上了一个高高的台阶,便看到众皇子福晋及各府里的小阿哥都齐全了,似是久等我们一般,刹时便齐刷刷将目光看向我们,康熙的灵柩正立在当中,一群打着锦旗的御前待卫正浩浩荡荡立在雍正身后。
十四遥遥正对着康熙的棺木跪下身便磕了三个响头,结结实实的,撞得我心里一痛,待他磕完,马上扶他起身。
才刚走不到三步,便又跪了下去,一脸的刚毅,我忍不住的垂泪,我知道,他硬是对雍正跪不下去啊,康熙,不管你对他是多情还是无情,此时,便让他多跪你几下吧,让他这一辈子未曾向雍正弯曲或是退缩的膝盖,有些缓冲的余地。
雍正只遥遥看着,有侍卫要上来拉我们,他摆手制止,一脸的平淡,但我亦知道,他等这一天,等了多久,他更是要看他的亲生同胞的弟弟,如何向他臣服。
立在雍正身边的德妃,当今的皇太后,早已经不顾礼仪,趴着康熙的棺木哭得心肝俱裂。
十四额头的肿迹已经暗红,再磕怕是要流血了,玉兰他们,不忍再看,别过脸,偷偷拭泪。
我再也受不了了,跪到十四前面,哭道“胤祯,胤祯,别再折磨自己了,别再折磨我了,你还想让多少人伤心哪。额娘。。额娘年岁已大,不忍见你们如此,别再刺激她了吧。”
他深深吸了口气,抬起头来,紧紧的捏住我的肩膀,那双眼已经血红血红,竟已是快到崩溃边缘。
这么大的场面,这么强大的气势,雍正的这场戏,着实的打击到他,一起一落,他真的摔得支离破碎,那双眼越过我,紧紧的盯着那寂静的棺木,似要射穿一样,那是一种多么难以言喻的伤心,不甘,怨怒,可他的皇阿玛,却早在十几年前,已经预料到了这一幕,他纵然百般猜测他的心意,却尤未抓得寸缕,他可爱可敬可亲的皇阿玛,一直在利用他啊,他所有的努力,所有付出的奋斗,到头了,原来只是可笑的挣扎而已。

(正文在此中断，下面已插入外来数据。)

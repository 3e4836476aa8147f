"""How many threads the FFT-heavy steps of one measurement may use.

One measurement on an otherwise idle machine uses every CPU for its Fourier transforms
(``scipy.fft`` ``workers``); :func:`phantometry.compare.compare` runs one measurement per
worker process and gives each its share, so the machine is not oversubscribed. The
environment variable ``PHANTOMETRY_THREADS`` sets the default.
"""

from __future__ import annotations

import contextlib
import os
import threading
from typing import Iterator

_threads: int | None = None
_blas_limits = None  # the threadpoolctl limiter set by set_threads
_local = threading.local()


def fft_workers() -> int:
    """Threads for one FFT (at least 1): this thread's :func:`threads` value, the process's
    :func:`set_threads` value, ``PHANTOMETRY_THREADS``, or the CPU count."""
    mine = getattr(_local, "threads", None)
    if mine is not None:
        return mine
    if _threads is not None:
        return _threads
    env = os.environ.get("PHANTOMETRY_THREADS", "").strip()
    if env.isdigit() and int(env) > 0:
        return int(env)
    return max(1, os.cpu_count() or 1)


def current_threads() -> int | None:
    """The value :func:`set_threads` last set in this process (``None``: the default)."""
    return _threads


def set_threads(n: int | None) -> None:
    """Set the thread count of this process (``None``: back to the default).

    Also caps the thread pools of the BLAS/LAPACK and OpenMP libraries numpy and scipy use
    (through threadpoolctl) at ``n``; ``None`` restores them. Without the cap, every worker
    process of :func:`phantometry.compare.compare` runs an OpenBLAS pool of one thread per
    CPU, and two workers on two CPUs slowed each other's resolution fit 2 to 12 times
    (measured per phase with cProfile, 128 x 128 x 90 series, 2026-12-02).
    """
    global _threads, _blas_limits
    _threads = None if n is None else max(1, int(n))
    from threadpoolctl import threadpool_limits

    if _blas_limits is not None:
        _blas_limits.restore_original_limits()
        _blas_limits = None
    if _threads is not None:
        _blas_limits = threadpool_limits(limits=_threads)


def library_threads() -> dict[str, int]:
    """Threads of each BLAS/OpenMP pool loaded in this process (``{"openblas": 1}``)."""
    from threadpoolctl import threadpool_info

    pools: dict[str, int] = {}
    for pool in threadpool_info():
        name = pool.get("internal_api", "?")
        pools[name] = max(pools.get(name, 0), int(pool.get("num_threads", 0)))
    return pools


@contextlib.contextmanager
def threads(n: int | None) -> Iterator[None]:
    """Context manager: ``n`` threads for the calling thread's block (``None``: the process value)."""
    before = getattr(_local, "threads", None)
    _local.threads = None if n is None else max(1, int(n))
    try:
        yield
    finally:
        _local.threads = before
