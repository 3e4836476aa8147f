"""Compare reconstruction settings: measure many series of one phantom scan and rank them.

Before a reconstruction protocol goes clinical, one phantom acquisition is reconstructed many
ways (iterations, subsets, filter, point-response modelling, time of flight, matrix).
:func:`compare` finds every PET series in the input, measures each with the same fill record
(:func:`phantometry.measure.measure_volume`) in parallel worker processes, applies the
acceptance bands, and writes:

``comparison.csv``
    The rows of ``measurements.csv`` of every series, with the columns of
    :data:`phantometry.results.CSV_COLUMNS` followed by ``label`` (the setting's label).
``ranking.csv``
    One line per setting, best first (see :func:`rank_settings`), then the failed series.
``summary.json``
    Inputs, labels, per-series status (error message of a failed series), warnings.
``contrast_noise.png``, ``recovery_curves.png``
    Percent contrast against background variability per sphere, one point per setting with
    standard-uncertainty bars; recovery coefficients of all settings over the bands.
``series/series_NNN/``
    For every series the result folder ``measure`` would write (CSV, JSON, overlay).
``report.html``
    With ``report=True``: the self-contained report (:mod:`phantometry.report`).

Workers
-------
A :class:`concurrent.futures.ProcessPoolExecutor` with the ``forkserver`` start method (``spawn``
where that is not available). A worker is given one series at a time and loads only that
series, so memory stays bounded by about one volume per worker; the main process keeps only
the measurement rows (while the workers start up, it measures series itself, one at a time).
The acceptance bands are applied in the worker, so each series folder carries its verdicts.
A series that fails (damaged file, wrong phantom, phantom not found) is
recorded with its error and does not stop the others.

Labels
------
By default a setting is labelled from its reconstruction attributes (DICOM Reconstruction
Method with iterations and subsets, Convolution Kernel; matrix and voxel size when they differ
between the series; the Series Description, then the Series Number, when labels would still
collide). A ``labels`` file (YAML mapping or two-column CSV ``series,label``) maps a Series
Instance UID, a Series Number or a NIfTI file name to a label.
"""

from __future__ import annotations

import csv
import io
import math
import multiprocessing
import os
import threading
import time
import warnings as _warnings
from concurrent.futures import ProcessPoolExecutor
from dataclasses import dataclass, field
from pathlib import Path
from typing import Any, Callable, Sequence

from . import __version__
from .errors import InputError, NoPETSeries, OutputError, PhantometryError
from .results import CAUTION, CSV_COLUMNS, Measurement, _fmt, to_json
from .threads import current_threads, set_threads
from .volume import Reconstruction

#: Exit code of ``phantometry compare`` when at least one series failed (the others succeeded).
EXIT_SERIES_FAILED = 4

_NIFTI_SUFFIXES = (".nii", ".nii.gz")


# ============================================================================== data types
@dataclass(frozen=True)
class SeriesJob:
    """One series to measure (picklable; sent to a worker).

    Attributes
    ----------
    number : int
        Position in discovery order, 1-based: the setting number on charts and tables.
    kind : {"dicom", "nifti"}
    paths : tuple of str
        The files of the DICOM series, or the NIfTI file.
    series_uid, series_number, series_description
        From the DICOM headers (None for NIfTI).
    where : str
        How messages name the series.
    """

    number: int
    kind: str
    paths: tuple[str, ...]
    series_uid: str | None = None
    series_number: int | None = None
    series_description: str | None = None
    where: str = ""

    @property
    def folder_name(self) -> str:
        return f"series_{self.number:03d}"


@dataclass
class SeriesOutcome:
    """What measuring one series gave: rows, or the error that stopped it.

    Attributes
    ----------
    job : SeriesJob
    rows : list of Measurement
        Empty when the series failed.
    error : str or None
        One-line message of the failure (``None`` on success).
    error_type : str or None
        Exception class name (``PhantomNotFound``, ``InputError``, ...).
    internal : bool
        True when the failure was not an expected :class:`PhantometryError` (a bug to report).
    warnings : list of str
    series : dict or None
        ``Volume.summary()`` of the loaded series (no patient identity).
    reconstruction : Reconstruction or None
    localisation : dict or None
        ``Placement.as_dict()``.
    label : str
        Assigned by the main process after all series are done.
    seconds : float
        Wall time in the worker.
    peak_traced_bytes, volume_bytes : int or None
        With memory tracing: peak of memory allocated during the task (tracemalloc) and the
        size of the float32 volume.
    peak_rss_bytes : int or None
        With memory tracing: the worker process's maximum resident set size so far.
    """

    job: SeriesJob
    rows: list[Measurement] = field(default_factory=list)
    error: str | None = None
    error_type: str | None = None
    internal: bool = False
    warnings: list[str] = field(default_factory=list)
    series: dict[str, Any] | None = None
    reconstruction: Reconstruction | None = None
    localisation: dict[str, Any] | None = None
    label: str = ""
    seconds: float = 0.0
    peak_traced_bytes: int | None = None
    volume_bytes: int | None = None
    peak_rss_bytes: int | None = None

    @property
    def ok(self) -> bool:
        return self.error is None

“胤祯,不要,请不要这样,你想让我心痛至死吗?!”我紧紧的发狂般的抱住他,他双手垂下,却是僵直的仰头愤然大笑
“皇阿玛!儿臣敬你,爱你,可你却伤了儿臣的心哪!”
“皇阿玛!您对儿臣不公啊!”说毕,我只觉得一阵猛力,将我甩至一边,周身与坚硬的石砖来了个剧烈的接触,身子骨却似要散了架似的疼。
他又疾步向前几步,如同自伤般的,自责般的重重磕头,双手握拳紧紧抵在石砖上,那血迹让我只觉得天眩地转。
你这个大傻瓜,大傻瓜!你以为你这样,他就会伤心吗?他死了!他不会看到了!你就算撞死自己,也于事无补啊!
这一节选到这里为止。